Collected data
//! JPDA association of one batch (`tracking.association = "jpda"`).
//!
//! Gating is that of the GNN path: each plot of the batch is tested
//! against the tracks near it with each track's IMM prediction at the
//! batch's first plot time, moved to the plot's own time at the predicted
//! velocity; a plot inside any model's gate is in the track's gate (the
//! widest model decides at the onset of a manoeuvre). A gated pair has
//! the weight `Pd · N(z; ẑ, S) / λ` from the track's combined
//! (moment-matched) prediction and each track the no-plot weight
//! `1 − Pd·Pg` (parametric Poisson clutter, Bar-Shalom & Fortmann 1988,
//! §9.3), where λ is the density of plots that are no existing track's:
//! the sensor's clutter density (`clutter_per_scan` over its coverage
//! disc) plus the density of new vessels (`new_track_density_per_km2`),
//! the same split the GNN costs use. Pd is the sensor's
//! `detection_probability`, Pg the configured `gate_probability`. A cheap
//! conservative bound ([`Reach`]) skips the IMM prediction of tracks that
//! no plot of the batch can reach.
//!
//! The tracks and plots linked by gated pairs fall into independent
//! clusters. Each cluster's marginal association probabilities come from
//! exact enumeration of its feasible joint events while their bound
//! Π(1 + deg_i) is at most `tracking.jpda_max_events`, with the JPDA*
//! pruning (Blom & Bloem 2000) against track coalescence, and from loopy
//! belief propagation beyond (see [`super::jpda_cluster`]). A batch also
//! has an event budget (`BATCH_EVENT_BUDGET`): once spent, its remaining
//! clusters use belief propagation, so a batch's time stays bounded
//! however many clusters heavy clutter makes.
//!
//! Each track with plots in its gate then takes an IMM-PDA update
//! ([`super::pda`]) with those β's:
//! - *Plot times.* Plots in a batch differ in time by a fraction of a
//!   second. The track is predicted (with the full IMM prediction) to the
//!   time of its most probable plot and updated there; every other plot's
//!   innovation is taken against that prediction moved to the plot's own
//!   time at each model's predicted velocity. The track's time becomes
//!   that of its most probable plot.
//! - *Hits.* The update counts a hit for the look when β₀ < 0.5, i.e. it is
//!   more likely than not that one of the plots was the track's (common
//!   practice). Only a hit is noted for the one-plot-per-scan rule, so a
//!   track whose plot fell in the next batch of the same scan still gets
//!   it. A track updated with β₀ ≥ 0.5 still takes the PDA update (its
//!   covariance grows towards the prediction's) and writes a record.
//! - *New tracks.* A plot whose total association probability to existing
//!   tracks is below 0.5, and that is not inside the gate of a firm track,
//!   starts a tentative track (at most `tracking.max_new_tracks_per_batch`
//!   per batch, in time order; the rest are counted as dropped starts) (as with GNN: a plot in a firm track's gate
//!   is more likely a split plot or multipath echo — common practice) —
//!   unless a coasting track with no plot in its gate in this batch takes
//!   it through its manoeuvre gate (the GNN path's second chance).
//! - *Lifecycle.* As with GNN: M-of-N confirmation, misses counted at the
//!   sensor's `scan_end`, a tentative track faster than
//!   `tracking.max_speed_kn` ended.

use super::imm::ImmState;
use super::jpda::Method;
use super::jpda_cluster::{ClusterSolver, Edge, Marginals, Variant};
use super::pda::{PdaParams, PdaPlot, imm_pda_update};
use super::*;

/// Joint events one batch may enumerate exactly, over all its clusters.
/// At the measured ~40 ns an event (BENCHMARKS.md) this is about
/// 4 ms of enumeration per batch.
pub(super) const BATCH_EVENT_BUDGET: u64 = 100_000;

const NONE: u32 = u32::MAX;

PROBLEM DESCRIPTION
Return the entries above in full and exactly as written.

COMPLETED EXERCISE
//! JPDA association of one batch (`tracking.association = "jpda"`).
//!
//! Gating is that of the GNN path: each plot of the batch is tested
//! against the tracks near it with each track's IMM prediction at the
//! batch's first plot time, moved to the plot's own time at the predicted
//! velocity; a plot inside any model's gate is in the track's gate (the
//! widest model decides at the onset of a manoeuvre). A gated pair has
//! the weight `Pd · N(z; ẑ, S) / λ` from the track's combined
//! (moment-matched) prediction and each track the no-plot weight
//! `1 − Pd·Pg` (parametric Poisson clutter, Bar-Shalom & Fortmann 1988,
//! §9.3), where λ is the density of plots that are no existing track's:
//! the sensor's clutter density (`clutter_per_scan` over its coverage
//! disc) plus the density of new vessels (`new_track_density_per_km2`),
//! the same split the GNN costs use. Pd is the sensor's
//! `detection_probability`, Pg the configured `gate_probability`. A cheap
//! conservative bound ([`Reach`]) skips the IMM prediction of tracks that
//! no plot of the batch can reach.
//!
//! The tracks and plots linked by gated pairs fall into independent
//! clusters. Each cluster's marginal association probabilities come from
//! exact enumeration of its feasible joint events while their bound
//! Π(1 + deg_i) is at most `tracking.jpda_max_events`, with the JPDA*
//! pruning (Blom & Bloem 2000) against track coalescence, and from loopy
//! belief propagation beyond (see [`super::jpda_cluster`]). A batch also
//! has an event budget (`BATCH_EVENT_BUDGET`): once spent, its remaining
//! clusters use belief propagation, so a batch's time stays bounded
//! however many clusters heavy clutter makes.
//!
//! Each track with plots in its gate then takes an IMM-PDA update
//! ([`super::pda`]) with those β's:
//! - *Plot times.* Plots in a batch differ in time by a fraction of a
//!   second. The track is predicted (with the full IMM prediction) to the
//!   time of its most probable plot and updated there; every other plot's
//!   innovation is taken against that prediction moved to the plot's own
//!   time at each model's predicted velocity. The track's time becomes
//!   that of its most probable plot.
//! - *Hits.* The update counts a hit for the look when β₀ < 0.5, i.e. it is
//!   more likely than not that one of the plots was the track's (common
//!   practice). Only a hit is noted for the one-plot-per-scan rule, so a
//!   track whose plot fell in the next batch of the same scan still gets
//!   it. A track updated with β₀ ≥ 0.5 still takes the PDA update (its
//!   covariance grows towards the prediction's) and writes a record.
//! - *New tracks.* A plot whose total association probability to existing
//!   tracks is below 0.5, and that is not inside the gate of a firm track,
//!   starts a tentative track (at most `tracking.max_new_tracks_per_batch`
//!   per batch, in time order; the rest are counted as dropped starts) (as with GNN: a plot in a firm track's gate
//!   is more likely a split plot or multipath echo — common practice) —
//!   unless a coasting track with no plot in its gate in this batch takes
//!   it through its manoeuvre gate (the GNN path's second chance).
//! - *Lifecycle.* As with GNN: M-of-N confirmation, misses counted at the
//!   sensor's `scan_end`, a tentative track faster than
//!   `tracking.max_speed_kn` ended.

use super::imm::ImmState;
use super::jpda::Method;
use super::jpda_cluster::{ClusterSolver, Edge, Marginals, Variant};
use super::pda::{PdaParams, PdaPlot, imm_pda_update};
use super::*;

/// Joint events one batch may enumerate exactly, over all its clusters.
/// At the measured ~40 ns an event (BENCHMARKS.md) this is about
/// 4 ms of enumeration per batch.
pub(super) const BATCH_EVENT_BUDGET: u64 = 100_000;

const NONE: u32 = u32::MAX;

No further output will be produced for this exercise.